Carrie Meeber, the main character, is a young woman from a small town in the Midwest who leaves her family to attempt to make her own way in Chicago. Her excitement at this prospect soon changes to sorrow when she realizes that the life she will lead working in a factory is not glamorous. In a state of despair, she accepts money from a traveling salesman, Drouet, and she moves to his apartment, where she lives in comfort without working. Later, she is tricked into leaving Chicago for New York with another man, Hurstwood, who is more successful than Drouet, but who soon fails. It is hard to read this novel and fully understand the objections that Frank Doubleday and other readers had. One must remind oneself that Carrie, according to the standards of the nineteenth and early twentieth centuries, is a fallen woman. She lives with a man, Drouet, without first marrying him. If that were not scandalous enough, Hurstwood leaves his wife and family for Carrie. Furthermore, she likes money and what it can buy. Finally, rather than suffer for her sinful nature, Carrie becomes successful in New York. While American fiction had previously depicted fallen women, these women were punished— they were dead by the end of the novel. Carrie does not die; instead, Dreiser depicts her sympathetically and honestly, having her succeed as an actress. In part Dreiser based Carrie’s actions on the lives of his sisters, capturing realistically the motives that prompt actual young people. Not only does Carrie succeed but also she feels no remorse, which further shocked the novel’s contemporary readers.

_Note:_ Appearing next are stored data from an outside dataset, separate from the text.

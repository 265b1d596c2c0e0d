package readers

import (
	"fmt"
	"slices"
	"strings"

	"strainledger/mesh"
)

// readParallel reads a file that lists the pieces of one data set, each a file of its
// own. What it declares of arrays is not believed: the pieces say what there is.
func (o *opener) readParallel(x *xmlFile, at branch) error {
	source := x.file.source(x.format(), at.time)
	if _, err := o.fields(x, &source); err != nil {
		return err
	}
	o.model.Sources = append(o.model.Sources, source)
	set := o.newSet(at.name)
	if at.set != nil {
		return placedAt(x.file, x.root, malformed("found a parallel file as a piece, need a serial one"))
	}
	for _, e := range x.data.children {
		if e.name != "Piece" {
			continue
		}
		reference := e.attribute("Source")
		if reference == "" {
			continue // a part without cells
		}
		f, err := o.follow(x.file, reference)
		if err != nil {
			return placedAt(x.file, e, err)
		}
		if o.isRepeated(f, at) {
			continue
		}
		inside := branch{name: at.name, set: set, stack: at.stack, time: at.time, kind: strings.TrimPrefix(x.kind, "P")}
		if err := o.read(f, inside); err != nil {
			return err
		}
	}
	return o.agree(set)
}

// isRepeated reports whether a file is in the model already, with a remark. A file
// that is being read is not repeated but refers to itself.
func (o *opener) isRepeated(f *file, at branch) bool {
	clean := cleanPath(f)
	if !o.taken[clean] || slices.Contains(at.stack, clean) {
		return false
	}
	o.remark("repeated-piece", fmt.Sprintf("%s is listed more than once and counted once", f.path))
	return true
}

// agree makes the pieces of a set hold the same arrays: one that a piece lacks is left
// out of all, with a remark. Pieces without points or cells need not hold theirs.
func (o *opener) agree(set *pieceSet) error {
	for _, on := range []mesh.Location{mesh.OnPoint, mesh.OnCell} {
		full := o.withTuples(set, on)
		holders := map[string][]*column{}
		isOwn := map[string]bool{}
		var names []string
		for _, p := range full {
			for _, a := range p.arrays {
				if a.On != on {
					continue
				}
				if holders[a.Name] == nil {
					names = append(names, a.Name)
				}
				holders[a.Name] = append(holders[a.Name], a)
				isOwn[a.Name] = isOwn[a.Name] || p.isOwn(a)
			}
		}
		partial := map[string]bool{}
		for _, name := range names {
			if len(holders[name]) == len(full) {
				if err := sameComponents(holders[name]); err != nil {
					return err
				}
				continue
			}
			partial[name] = true
			if !isOwn[name] { // ghost marks and the like are missing where there are none
				o.remarkPartial(full, on, name)
			}
		}
		if len(partial) > 0 {
			o.leaveOut(set, on, partial)
		}
	}
	return nil
}

// sameComponents refuses arrays of one name with different numbers of components.
func sameComponents(arrays []*column) error {
	first := arrays[0]
	for _, a := range arrays {
		if a.Components != first.Components {
			return a.fail(malformed("found %s here and %d in %s, need the same in all pieces",
				counted(a.Components, "component"), first.Components, first.file.path))
		}
	}
	return nil
}

// withTuples returns the pieces of a set that have points or cells.
func (o *opener) withTuples(set *pieceSet, on mesh.Location) []*piece {
	var full []*piece
	for _, i := range set.pieces {
		p := o.pieces[i]
		if on == mesh.OnPoint && p.pointCount > 0 || on == mesh.OnCell && p.cellCount > 0 {
			full = append(full, p)
		}
	}
	return full
}

// remarkPartial says which array is not in which piece.
func (o *opener) remarkPartial(full []*piece, on mesh.Location, name string) {
	for _, p := range full {
		if !p.known[arrayName{on, name}] {
			o.remark("array-not-everywhere", fmt.Sprintf("%s array %q is not in %s and is left out of the whole", on, name, p.file.path))
			return
		}
	}
}

// leaveOut removes arrays from all pieces of a set.
func (o *opener) leaveOut(set *pieceSet, on mesh.Location, names map[string]bool) {
	for _, i := range set.pieces {
		p := o.pieces[i]
		isPartial := func(a *column) bool { return a.On == on && names[a.Name] }
		for _, a := range p.arrays {
			if isPartial(a) && p.isOwn(a) {
				p.unlisted = append(p.unlisted, a)
			}
		}
		p.arrays = slices.DeleteFunc(p.arrays, isPartial)
	}
}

Frank Doubleday and other American readers objected to the novel for another reason: Despite the fact that Carrie is, by the end of the novel, wealthy, she is not happy, not married, and not redeemed. There is no happy ending; her restless nature continues to urge her to new experiences. Dreiser broke a cardinal rule of American fiction: He avoided the happy ending. Not only does Dreiser end the novel with Carrie longing for happiness, but also he ends it with Hurstwood’s suicide. Within a few years Sister Carrie was republished, and Dreiser had written Jenny Gerhardt (1911), another novel that sympathetically depicts the struggles of a working woman. By this time the American public was ready for these works. Dreiser became the champion of a new realism that honestly depicted conditions in American cities.
When Carrie Meeber leaves her hometown in Wisconsin, she has nothing but a few dollars and a certain unspoiled beauty and charm. Young and inexperienced, she is going to Chicago to live with her sister and find work. While on the train, she meets Charles Drouet, a genial, flashy traveling salesman. Before the train pulls into the station, the two exchange addresses, and Drouet promises to call on Carrie at her sister’s house.
When she arrives at her sister’s home, Carrie discovers that her life there would be far from the happy, carefree existence of which she had dreamed. The Hansons are hardworking people, grim and penny-pinching; they allow themselves no pleasures and live a dull, conventional life. It is clear to Carrie that Drouet cannot possibly call there, not only because of the unattractive atmosphere but also because the Hansons are sure to object to him. She writes and tells him not to call, and that she will get in touch with him later.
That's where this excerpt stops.